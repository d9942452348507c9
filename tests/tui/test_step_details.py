"""The roadmap view's details of a project: what a household reads when it selects a row.

A view test: the details must carry what the planner decided (the step's cost beyond the
like-for-like purchase it avoids, why solar is left out) - the planner's own figures are the
reference, so no outside source is needed. Demo homes are the invented samples.
"""

from __future__ import annotations

from homeplan import load_plan, plan_roadmap
from homeplan.tui.format import usd
from homeplan.tui.widgets.base import ViewData
from homeplan.tui.widgets.roadmap import project_rows, row_details
from tests.conftest import SAMPLES


def _details(path):
    loaded = load_plan(path)
    result = plan_roadmap(loaded)
    data = ViewData(plan=loaded.plan, result=result, path=path)
    return result, {r.id: row_details(data, r).plain for r in project_rows(data)}


def test_left_out_solar_says_why_and_a_due_replacement_shows_the_difference():
    result, details = _details(SAMPLES[0])  # cold_gas_100a: solar waits on an old roof
    (out,) = [x for x in result.roadmap.left_out if x.project_id == "solar"]
    assert f"Why not: {out.reason}" in details["solar"]
    hp = next(s for s in result.roadmap.steps if s.project_id == "heat_pump")
    assert hp.avoided_usd > 0  # the furnace and the air conditioner are due the same year
    assert f"{usd(hp.incremental_cost_usd)} beyond it" in details["heat_pump"]
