async def test_new_plan_form_writes_a_valid_plan(tmp_path: Path):
    target = tmp_path / "fresh.yaml"
    seen = []

    def planner(plan, base_dir):  # the form is under test here, not the planner
        seen.append(plan)
        return shared_planner(load_plan(SAMPLE).plan, base_dir)

    app = HomeplanApp(session=None, planner=planner, new_path=target, light=False)
    async with app.run_test(size=(80, 24)) as pilot:
        await pilot.pause()
        await form_ready(pilot)
        form = app.screen
        assert isinstance(form, FormScreen)
        keys = [f.key for f in form.fields]

        def put(key, value):
            form.query_one(f"#field-{keys.index(key)}", Input).value = value

        put("name", "Test house (invented)")
        put("latitude", "44.9")
        put("longitude", "-93.2")
        put("floor_area_ft2", "1,400")
        put("heating_year", "2008")
        put("first_year", "2027")
        await pilot.press("enter")
        await settle(pilot)
        assert app.session is not None and app.session.path == target
        assert app.result is not None and seen[-1] == app.session.plan
    loaded = load_plan(target)
    assert loaded.plan.home.name == "Test house (invented)"
    assert loaded.plan.home.floor_area_ft2 == 1400
    assert [a.kind for a in loaded.plan.appliances][:1] == ["furnace"]
    assert loaded.plan.appliances[0].year_installed == 2008
    assert len(loaded.plan.vehicles) == 1 and loaded.plan.budget.first_year == 2027


async def test_new_plan_form_reports_missing_answers(tmp_path: Path):
    app = HomeplanApp(session=None, planner=shared_planner, new_path=tmp_path / "x.yaml",
                      light=False)
    async with app.run_test(size=(80, 24)) as pilot:
        await form_ready(pilot)
        await pilot.press("enter")
        await pilot.pause()
        assert isinstance(app.screen, FormScreen)
        assert "floor area" in str(app.screen.query_one("#form-error", Static).render())
        await pilot.press("escape")  # cancelling the form with no plan open leaves the app
        await pilot.pause()
        assert not app.is_running
    assert not (tmp_path / "x.yaml").exists()


async def test_engine_errors_are_messages_not_crashes(plan_file):
    calls = []

    def broken(plan, base_dir):
        calls.append(plan)
        if len(calls) == 1:
            return shared_planner(plan, base_dir)
        if len(calls) == 2:
            raise InputError(Problem("x", 1, 1, "pins.solar: no such project", "check the id"))
        raise RuntimeError("solver exploded")

    app = make_app(plan_file, planner=broken)
    async with app.run_test(size=(80, 24)) as pilot:
        await settle(pilot)
        good = app.result
        await pilot.press("plus")
        await settle(pilot)
        assert app.result is good  # the last good plan stays
        assert "no such project" in text_of(app, "#overview-banner")
        assert "plan not updated" in text_of(app, "#status")
        await pilot.press("plus")
        await settle(pilot)
        assert "solver exploded" in text_of(app, "#overview-banner")
        await pilot.press("3")
        assert "solver exploded" in text_of(app, "#roadmap-banner")


async def test_infeasible_roadmap_is_explained(plan_file):
    from dataclasses import replace

    def infeasible(plan, base_dir):
        res = shared_planner(plan, base_dir)
        rm = replace(res.roadmap, status="infeasible", steps=(),
                     infeasibility="the pins need $4,000 more in 2027")
        return replace(res, roadmap=rm)

    app = make_app(plan_file, planner=infeasible)
    async with app.run_test(size=(80, 24)) as pilot:
        await settle(pilot)
        assert "$4,000 more in 2027" in text_of(app, "#overview-banner")
        assert "no roadmap fits" in text_of(app, "#status")
        for key in "1234567":
            await pilot.press(key)
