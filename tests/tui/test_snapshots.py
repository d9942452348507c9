"""Snapshots of every view at 80x24 and 120x40 on the cold-climate demo home, and of every view
at 80x24 on the same home with the longest names (long labels wrap; no word is cut).

Regenerate after an intended change with:
    .venv/bin/python -m pytest tests/tui/test_snapshots.py --snapshot-update
and look at the SVGs (tests/tui/__snapshots__/) before committing them. The numbers come from the
real planner, so an engine change that moves a step also changes these pictures.
"""

from __future__ import annotations

import pytest

from .conftest import SAMPLE, long_names_plan, make_app, settle

VIEWS = ["1", "2", "3", "4", "5", "6", "7"]
NAMES = ["next", "home", "roadmap", "money", "power", "energy", "incentives"]


async def _ready(pilot) -> None:
    await settle(pilot)


@pytest.mark.parametrize("size", [(80, 24), (120, 40)], ids=["80x24", "120x40"])
@pytest.mark.parametrize("key", VIEWS, ids=NAMES)
def test_view(snap_compare, key, size):
    app = make_app(SAMPLE)
    assert snap_compare(app, press=[key], terminal_size=size, run_before=_ready)


def test_light_theme_roadmap(snap_compare):
    app = make_app(SAMPLE)
    app.theme = "homeplan-light"
    assert snap_compare(app, press=["3"], terminal_size=(80, 24), run_before=_ready)


def test_budget_form(snap_compare):
    app = make_app(SAMPLE)
    assert snap_compare(app, press=["b"], terminal_size=(80, 24), run_before=_ready)


@pytest.mark.parametrize("key", VIEWS, ids=NAMES)
def test_view_long_names(snap_compare, key, tmp_path):
    app = make_app(long_names_plan(tmp_path))
    assert snap_compare(app, press=[key], terminal_size=(80, 24), run_before=_ready)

Task item —
Print, please, the lines above from the very first through the one that holds "from tests.conftest import SAMPLES", both included, word for word and with nothing else.

Solution below —
repository d9942452348507c9
filename tests/tui/test_step_details.py
"""The roadmap view's details of a project: what a household reads when it selects a row.

A view test: the details must carry what the planner decided (the step's cost beyond the
like-for-like purchase it avoids, why solar is left out) - the planner's own figures are the
reference, so no outside source is needed. Demo homes are the invented samples.
"""

from __future__ import annotations

from homeplan import load_plan, plan_roadmap
from homeplan.tui.format import usd
from homeplan.tui.widgets.base import ViewData
from homeplan.tui.widgets.roadmap import project_rows, row_details
from tests.conftest import SAMPLES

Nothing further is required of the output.